Write out exactly the first lines of the listing, ending on the line that contains "string; to?: string".

GIVEN DATA
[Start of Attachment]

import type { FacilityEvent } from "#shared/schemas/facility.ts";
import { audiencesFor } from "#shared/domain/audience.ts";
import { endOfDateInZone, startOfDateInZone } from "../projects/projects.service.ts";
import { subjectNotFound, viewerOf, type FacilityContext, type Reader } from "./facility.context.ts";
import { listProjectFacilityEvents, listSubjectEvents, type FacilityEventRecord } from "./facility.events.repository.ts";
import { findSystem, findUnit } from "./facility.repository.ts";

/** The facility's history: a unit's dated stage history, and every change to a project's facility over a range of days. */
export function createFacilityHistoryUseCases(ctx: FacilityContext) {
  const { db, projects, accounts } = ctx;

  /** Events with the names of the people who made them, asked for in one read. */
  async function named(events: readonly FacilityEventRecord[]): Promise<FacilityEvent[]> {
    const names = await accounts.namesOf([...new Set(events.map((e) => e.byUserId).filter((id): id is number => id !== null))]);
    return events.map((e) => ({
      id: e.id,
      subject: e.subject,
      subjectId: e.subjectId,
      subjectName: e.subjectName,
      field: e.field,
      from: e.from,
      to: e.to,
      on: e.on,
      at: e.at,
      by: (e.byUserId === null ? null : names.get(e.byUserId)) ?? null,
      note: e.note,
    }));
  }

  return {
    /** A unit's history, newest first, for whoever may see its system (others are told it does not exist). */
    async unitEvents(id: number, reader: Reader): Promise<FacilityEvent[]> {
      const unit = await findUnit(db, id);
      const system = unit ? await findSystem(db, unit.systemId) : null;
      if (!unit || !system || !audiencesFor(viewerOf(reader)).includes(system.audience)) throw subjectNotFound("unit");
      return named(await listSubjectEvents(db, "unit", id));
    },

    /** Every facility event of a project recorded in [from, to] (days inclusive, in the project's time zone; either end open), newest first: staff's. */
    async projectEvents(slug: string, range: { from?: string; to?: string }): Promise<FacilityEvent[]> {
      const project = await projects.get(slug);
      return named(
        await listProjectFacilityEvents(db, project.id, {
          from: range.from ? startOfDateInZone(range.from, project.timeZone) : undefined,
          before: range.to ? endOfDateInZone(range.to, project.timeZone) : undefined,
        }),
      );
    },
  };
}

[End of Attachment]

PROBLEM SOLUTION
import type { FacilityEvent } from "#shared/schemas/facility.ts";
import { audiencesFor } from "#shared/domain/audience.ts";
import { endOfDateInZone, startOfDateInZone } from "../projects/projects.service.ts";
import { subjectNotFound, viewerOf, type FacilityContext, type Reader } from "./facility.context.ts";
import { listProjectFacilityEvents, listSubjectEvents, type FacilityEventRecord } from "./facility.events.repository.ts";
import { findSystem, findUnit } from "./facility.repository.ts";

/** The facility's history: a unit's dated stage history, and every change to a project's facility over a range of days. */
export function createFacilityHistoryUseCases(ctx: FacilityContext) {
  const { db, projects, accounts } = ctx;

  /** Events with the names of the people who made them, asked for in one read. */
  async function named(events: readonly FacilityEventRecord[]): Promise<FacilityEvent[]> {
    const names = await accounts.namesOf([...new Set(events.map((e) => e.byUserId).filter((id): id is number => id !== null))]);
    return events.map((e) => ({
      id: e.id,
      subject: e.subject,
      subjectId: e.subjectId,
      subjectName: e.subjectName,
      field: e.field,
      from: e.from,
      to: e.to,
      on: e.on,
      at: e.at,
      by: (e.byUserId === null ? null : names.get(e.byUserId)) ?? null,
      note: e.note,
    }));
  }

  return {
    /** A unit's history, newest first, for whoever may see its system (others are told it does not exist). */
    async unitEvents(id: number, reader: Reader): Promise<FacilityEvent[]> {
      const unit = await findUnit(db, id);
      const system = unit ? await findSystem(db, unit.systemId) : null;
      if (!unit || !system || !audiencesFor(viewerOf(reader)).includes(system.audience)) throw subjectNotFound("unit");
      return named(await listSubjectEvents(db, "unit", id));
    },

    /** Every facility event of a project recorded in [from, to] (days inclusive, in the project's time zone; either end open), newest first: staff's. */
    async projectEvents(slug: string, range: { from?: string; to?: string }): Promise<FacilityEvent[]> {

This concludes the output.